# Problem statement
Lines with the word "arguments" in them are the ones to copy from the records.

:: Source material ::

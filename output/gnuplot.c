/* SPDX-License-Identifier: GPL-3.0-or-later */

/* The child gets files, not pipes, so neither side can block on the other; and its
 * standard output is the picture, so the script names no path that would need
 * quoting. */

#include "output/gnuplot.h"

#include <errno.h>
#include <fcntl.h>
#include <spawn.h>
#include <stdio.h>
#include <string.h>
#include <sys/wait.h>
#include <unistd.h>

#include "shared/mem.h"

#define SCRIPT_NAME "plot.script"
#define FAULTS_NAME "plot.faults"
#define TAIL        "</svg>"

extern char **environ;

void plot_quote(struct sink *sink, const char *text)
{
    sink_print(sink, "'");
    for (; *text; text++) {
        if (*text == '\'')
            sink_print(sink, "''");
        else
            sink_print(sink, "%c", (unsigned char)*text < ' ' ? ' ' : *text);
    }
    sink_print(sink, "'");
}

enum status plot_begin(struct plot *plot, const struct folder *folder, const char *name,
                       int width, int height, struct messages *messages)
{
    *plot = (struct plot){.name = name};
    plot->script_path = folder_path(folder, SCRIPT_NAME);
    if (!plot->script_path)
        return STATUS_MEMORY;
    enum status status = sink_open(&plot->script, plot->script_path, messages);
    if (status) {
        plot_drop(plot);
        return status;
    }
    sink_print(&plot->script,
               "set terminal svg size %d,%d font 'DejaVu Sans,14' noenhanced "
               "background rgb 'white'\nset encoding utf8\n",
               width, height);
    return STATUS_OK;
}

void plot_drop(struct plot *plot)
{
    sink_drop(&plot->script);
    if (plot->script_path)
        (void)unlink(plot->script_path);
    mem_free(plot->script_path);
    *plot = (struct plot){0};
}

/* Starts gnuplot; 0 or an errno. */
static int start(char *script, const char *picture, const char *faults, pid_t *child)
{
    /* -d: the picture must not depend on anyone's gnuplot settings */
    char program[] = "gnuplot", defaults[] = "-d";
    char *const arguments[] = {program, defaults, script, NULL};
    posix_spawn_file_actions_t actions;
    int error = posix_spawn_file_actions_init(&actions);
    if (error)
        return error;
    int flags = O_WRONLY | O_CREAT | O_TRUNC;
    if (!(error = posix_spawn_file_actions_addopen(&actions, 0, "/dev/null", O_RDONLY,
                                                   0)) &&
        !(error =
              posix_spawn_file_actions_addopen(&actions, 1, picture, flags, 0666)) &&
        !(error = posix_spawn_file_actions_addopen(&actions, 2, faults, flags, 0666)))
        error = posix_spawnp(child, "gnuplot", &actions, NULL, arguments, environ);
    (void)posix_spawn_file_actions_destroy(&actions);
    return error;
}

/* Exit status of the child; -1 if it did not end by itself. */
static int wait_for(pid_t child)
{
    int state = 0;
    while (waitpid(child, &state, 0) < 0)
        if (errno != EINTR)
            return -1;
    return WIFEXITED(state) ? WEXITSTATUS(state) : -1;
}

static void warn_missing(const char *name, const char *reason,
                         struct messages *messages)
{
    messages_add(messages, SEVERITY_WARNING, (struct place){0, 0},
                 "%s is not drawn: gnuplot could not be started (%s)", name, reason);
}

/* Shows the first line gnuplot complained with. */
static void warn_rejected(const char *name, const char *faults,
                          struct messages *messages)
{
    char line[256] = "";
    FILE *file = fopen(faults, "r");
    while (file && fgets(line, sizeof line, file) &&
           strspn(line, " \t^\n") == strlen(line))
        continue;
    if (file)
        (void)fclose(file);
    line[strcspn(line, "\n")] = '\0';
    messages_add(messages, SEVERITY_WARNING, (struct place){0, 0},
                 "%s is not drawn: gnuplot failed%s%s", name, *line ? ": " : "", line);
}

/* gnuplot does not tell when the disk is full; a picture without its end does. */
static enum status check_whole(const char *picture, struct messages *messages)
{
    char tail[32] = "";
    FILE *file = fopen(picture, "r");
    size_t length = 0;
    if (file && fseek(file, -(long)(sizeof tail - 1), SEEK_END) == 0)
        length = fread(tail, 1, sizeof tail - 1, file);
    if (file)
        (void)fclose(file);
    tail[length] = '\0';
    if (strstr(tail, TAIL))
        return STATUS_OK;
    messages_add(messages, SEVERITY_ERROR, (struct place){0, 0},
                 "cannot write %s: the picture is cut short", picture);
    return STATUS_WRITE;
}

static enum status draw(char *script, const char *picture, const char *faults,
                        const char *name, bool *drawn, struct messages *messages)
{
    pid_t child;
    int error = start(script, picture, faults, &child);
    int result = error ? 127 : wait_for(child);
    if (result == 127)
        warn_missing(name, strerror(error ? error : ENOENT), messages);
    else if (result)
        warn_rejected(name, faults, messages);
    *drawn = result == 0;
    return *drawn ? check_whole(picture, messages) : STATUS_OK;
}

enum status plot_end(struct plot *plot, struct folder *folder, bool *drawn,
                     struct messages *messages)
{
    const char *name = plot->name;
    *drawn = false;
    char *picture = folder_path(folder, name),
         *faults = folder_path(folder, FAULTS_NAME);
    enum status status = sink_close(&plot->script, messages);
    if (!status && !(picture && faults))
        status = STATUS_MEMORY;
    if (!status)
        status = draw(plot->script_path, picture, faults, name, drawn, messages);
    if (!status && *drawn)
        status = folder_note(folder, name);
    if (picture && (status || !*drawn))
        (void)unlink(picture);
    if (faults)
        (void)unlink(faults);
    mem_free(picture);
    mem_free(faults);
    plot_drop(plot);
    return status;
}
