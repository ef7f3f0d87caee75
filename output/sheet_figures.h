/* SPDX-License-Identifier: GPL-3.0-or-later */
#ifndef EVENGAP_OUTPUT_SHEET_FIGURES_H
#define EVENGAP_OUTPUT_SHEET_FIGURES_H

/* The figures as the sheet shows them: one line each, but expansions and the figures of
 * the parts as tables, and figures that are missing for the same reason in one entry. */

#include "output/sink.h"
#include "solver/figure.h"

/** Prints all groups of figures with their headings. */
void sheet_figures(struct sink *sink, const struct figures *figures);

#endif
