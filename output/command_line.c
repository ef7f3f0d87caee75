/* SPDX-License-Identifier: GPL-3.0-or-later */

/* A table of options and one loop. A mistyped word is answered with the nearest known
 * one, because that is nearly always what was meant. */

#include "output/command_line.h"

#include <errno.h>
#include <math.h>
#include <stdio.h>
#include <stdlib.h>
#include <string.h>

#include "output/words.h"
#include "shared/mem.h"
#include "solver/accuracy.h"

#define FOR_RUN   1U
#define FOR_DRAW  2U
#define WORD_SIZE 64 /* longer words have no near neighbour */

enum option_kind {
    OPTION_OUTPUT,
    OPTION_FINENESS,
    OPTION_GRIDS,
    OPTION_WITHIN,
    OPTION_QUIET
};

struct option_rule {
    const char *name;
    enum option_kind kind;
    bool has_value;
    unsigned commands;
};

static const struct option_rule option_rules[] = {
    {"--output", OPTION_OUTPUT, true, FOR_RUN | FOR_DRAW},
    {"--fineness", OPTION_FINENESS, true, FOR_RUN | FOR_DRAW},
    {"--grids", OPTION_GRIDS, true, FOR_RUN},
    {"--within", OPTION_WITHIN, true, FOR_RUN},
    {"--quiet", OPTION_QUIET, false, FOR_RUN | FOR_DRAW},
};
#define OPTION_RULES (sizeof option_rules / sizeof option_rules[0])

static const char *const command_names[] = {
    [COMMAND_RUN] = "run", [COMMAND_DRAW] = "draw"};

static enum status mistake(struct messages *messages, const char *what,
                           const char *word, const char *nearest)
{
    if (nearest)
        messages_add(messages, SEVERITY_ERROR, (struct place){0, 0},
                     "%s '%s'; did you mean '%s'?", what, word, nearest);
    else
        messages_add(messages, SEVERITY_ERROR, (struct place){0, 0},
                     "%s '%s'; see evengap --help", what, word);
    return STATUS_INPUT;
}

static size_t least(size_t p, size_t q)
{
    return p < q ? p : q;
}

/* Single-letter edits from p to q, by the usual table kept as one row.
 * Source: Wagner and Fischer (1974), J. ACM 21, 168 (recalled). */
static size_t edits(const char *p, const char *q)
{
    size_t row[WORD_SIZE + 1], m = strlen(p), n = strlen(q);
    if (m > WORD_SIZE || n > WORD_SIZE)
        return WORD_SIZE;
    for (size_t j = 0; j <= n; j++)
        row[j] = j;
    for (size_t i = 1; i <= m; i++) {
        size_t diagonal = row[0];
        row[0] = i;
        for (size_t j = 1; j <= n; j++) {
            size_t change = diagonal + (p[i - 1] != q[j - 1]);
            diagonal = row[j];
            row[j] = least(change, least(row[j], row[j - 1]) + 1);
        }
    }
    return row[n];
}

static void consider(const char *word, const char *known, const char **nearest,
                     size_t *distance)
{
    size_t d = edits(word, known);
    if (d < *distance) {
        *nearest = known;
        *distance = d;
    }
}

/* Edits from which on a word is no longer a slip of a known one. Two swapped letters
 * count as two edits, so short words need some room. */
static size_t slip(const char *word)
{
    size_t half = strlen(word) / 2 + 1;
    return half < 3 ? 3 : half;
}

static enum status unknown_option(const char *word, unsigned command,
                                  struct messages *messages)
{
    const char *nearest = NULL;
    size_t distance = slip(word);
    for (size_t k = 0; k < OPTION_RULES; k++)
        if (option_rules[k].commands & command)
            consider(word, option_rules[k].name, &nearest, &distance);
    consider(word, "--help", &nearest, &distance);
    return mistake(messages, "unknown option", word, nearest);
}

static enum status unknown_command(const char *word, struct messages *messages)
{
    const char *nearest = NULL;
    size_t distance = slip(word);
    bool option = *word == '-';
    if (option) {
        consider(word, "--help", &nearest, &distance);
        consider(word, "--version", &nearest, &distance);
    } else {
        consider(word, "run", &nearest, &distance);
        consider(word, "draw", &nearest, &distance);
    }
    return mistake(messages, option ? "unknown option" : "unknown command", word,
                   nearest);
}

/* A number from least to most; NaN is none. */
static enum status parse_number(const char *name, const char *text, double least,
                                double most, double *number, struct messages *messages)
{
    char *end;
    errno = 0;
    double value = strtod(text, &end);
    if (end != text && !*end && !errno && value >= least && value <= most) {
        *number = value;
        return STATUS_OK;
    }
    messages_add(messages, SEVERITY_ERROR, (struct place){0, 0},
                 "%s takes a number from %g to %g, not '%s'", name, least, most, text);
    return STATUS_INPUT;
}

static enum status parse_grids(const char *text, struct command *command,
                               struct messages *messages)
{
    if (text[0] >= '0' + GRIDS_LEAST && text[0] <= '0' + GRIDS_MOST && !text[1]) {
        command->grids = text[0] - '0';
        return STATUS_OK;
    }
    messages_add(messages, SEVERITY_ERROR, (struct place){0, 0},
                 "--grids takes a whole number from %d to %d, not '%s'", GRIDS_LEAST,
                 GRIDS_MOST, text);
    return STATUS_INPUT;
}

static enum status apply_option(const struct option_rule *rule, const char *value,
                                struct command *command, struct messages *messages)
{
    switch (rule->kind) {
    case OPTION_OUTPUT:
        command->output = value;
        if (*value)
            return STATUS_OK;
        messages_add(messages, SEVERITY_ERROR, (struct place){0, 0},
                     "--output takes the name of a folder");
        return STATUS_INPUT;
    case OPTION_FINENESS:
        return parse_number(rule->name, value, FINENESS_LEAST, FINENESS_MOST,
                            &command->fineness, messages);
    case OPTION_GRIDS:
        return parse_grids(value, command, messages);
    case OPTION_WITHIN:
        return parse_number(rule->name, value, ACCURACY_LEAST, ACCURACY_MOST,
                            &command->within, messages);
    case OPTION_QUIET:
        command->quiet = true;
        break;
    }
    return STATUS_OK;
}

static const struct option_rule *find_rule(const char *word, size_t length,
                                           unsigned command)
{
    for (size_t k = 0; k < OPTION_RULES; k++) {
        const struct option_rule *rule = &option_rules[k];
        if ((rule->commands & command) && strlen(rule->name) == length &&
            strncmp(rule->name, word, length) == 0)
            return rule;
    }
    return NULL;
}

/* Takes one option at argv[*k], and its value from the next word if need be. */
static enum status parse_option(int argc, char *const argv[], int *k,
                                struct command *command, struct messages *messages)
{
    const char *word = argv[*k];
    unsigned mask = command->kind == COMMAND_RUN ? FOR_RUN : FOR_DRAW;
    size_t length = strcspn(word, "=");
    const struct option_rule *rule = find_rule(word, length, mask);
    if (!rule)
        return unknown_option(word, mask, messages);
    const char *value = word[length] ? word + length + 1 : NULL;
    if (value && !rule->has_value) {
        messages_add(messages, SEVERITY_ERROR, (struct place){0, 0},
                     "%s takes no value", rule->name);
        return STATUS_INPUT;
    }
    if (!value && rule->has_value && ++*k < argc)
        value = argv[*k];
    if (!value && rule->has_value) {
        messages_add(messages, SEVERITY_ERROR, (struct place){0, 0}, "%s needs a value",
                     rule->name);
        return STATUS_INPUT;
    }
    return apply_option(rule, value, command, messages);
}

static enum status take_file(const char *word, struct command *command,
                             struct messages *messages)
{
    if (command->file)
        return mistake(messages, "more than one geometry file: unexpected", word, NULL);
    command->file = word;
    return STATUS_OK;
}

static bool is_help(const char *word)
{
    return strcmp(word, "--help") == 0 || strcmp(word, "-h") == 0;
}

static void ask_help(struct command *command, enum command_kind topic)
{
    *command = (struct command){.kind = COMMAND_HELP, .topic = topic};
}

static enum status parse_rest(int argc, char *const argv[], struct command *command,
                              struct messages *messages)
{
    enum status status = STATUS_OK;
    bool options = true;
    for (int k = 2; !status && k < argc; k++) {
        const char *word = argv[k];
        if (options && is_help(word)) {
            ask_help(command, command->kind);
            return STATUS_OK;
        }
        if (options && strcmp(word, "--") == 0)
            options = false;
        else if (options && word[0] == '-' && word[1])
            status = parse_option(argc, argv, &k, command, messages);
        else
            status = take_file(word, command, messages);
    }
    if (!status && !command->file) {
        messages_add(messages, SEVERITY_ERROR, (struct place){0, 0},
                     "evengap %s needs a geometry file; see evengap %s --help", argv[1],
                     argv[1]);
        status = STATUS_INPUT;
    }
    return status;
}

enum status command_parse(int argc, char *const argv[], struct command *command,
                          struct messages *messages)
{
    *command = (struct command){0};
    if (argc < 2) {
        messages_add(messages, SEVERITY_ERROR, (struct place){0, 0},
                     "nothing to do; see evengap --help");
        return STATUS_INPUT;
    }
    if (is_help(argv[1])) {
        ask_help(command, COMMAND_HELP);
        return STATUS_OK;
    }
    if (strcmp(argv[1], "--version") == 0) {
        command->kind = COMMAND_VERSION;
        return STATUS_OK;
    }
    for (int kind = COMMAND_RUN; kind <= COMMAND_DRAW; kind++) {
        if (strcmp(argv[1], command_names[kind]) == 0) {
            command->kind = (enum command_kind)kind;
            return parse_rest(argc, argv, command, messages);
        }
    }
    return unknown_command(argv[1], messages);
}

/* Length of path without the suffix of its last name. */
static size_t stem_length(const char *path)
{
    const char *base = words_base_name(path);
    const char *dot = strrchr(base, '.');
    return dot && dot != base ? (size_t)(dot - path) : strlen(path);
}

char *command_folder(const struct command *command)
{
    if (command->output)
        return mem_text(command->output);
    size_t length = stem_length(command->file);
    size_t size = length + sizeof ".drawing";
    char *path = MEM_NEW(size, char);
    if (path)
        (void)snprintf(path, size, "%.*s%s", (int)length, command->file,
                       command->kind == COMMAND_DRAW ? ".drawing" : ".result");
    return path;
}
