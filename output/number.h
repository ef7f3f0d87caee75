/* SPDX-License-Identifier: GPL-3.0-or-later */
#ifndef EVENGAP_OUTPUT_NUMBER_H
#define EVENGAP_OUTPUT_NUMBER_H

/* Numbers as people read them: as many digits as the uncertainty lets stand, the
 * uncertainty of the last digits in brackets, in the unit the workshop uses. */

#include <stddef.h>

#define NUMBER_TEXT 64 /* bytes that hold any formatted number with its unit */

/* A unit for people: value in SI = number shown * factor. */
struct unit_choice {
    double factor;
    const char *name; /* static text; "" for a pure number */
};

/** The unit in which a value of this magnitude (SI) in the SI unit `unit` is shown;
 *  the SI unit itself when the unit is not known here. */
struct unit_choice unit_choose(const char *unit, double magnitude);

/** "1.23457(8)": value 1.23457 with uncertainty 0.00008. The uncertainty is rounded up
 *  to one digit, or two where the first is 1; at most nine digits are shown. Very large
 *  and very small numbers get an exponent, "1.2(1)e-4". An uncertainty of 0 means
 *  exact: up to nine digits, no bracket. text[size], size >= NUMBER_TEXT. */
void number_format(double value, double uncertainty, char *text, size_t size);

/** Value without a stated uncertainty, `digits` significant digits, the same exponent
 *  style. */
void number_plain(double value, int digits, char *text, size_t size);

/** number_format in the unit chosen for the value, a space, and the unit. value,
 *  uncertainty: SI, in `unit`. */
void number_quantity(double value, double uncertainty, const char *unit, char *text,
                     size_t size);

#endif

:::

# Written answer
    char *const arguments[] = {program, defaults, script, NULL};
        error = posix_spawnp(child, "gnuplot", &actions, NULL, arguments, environ);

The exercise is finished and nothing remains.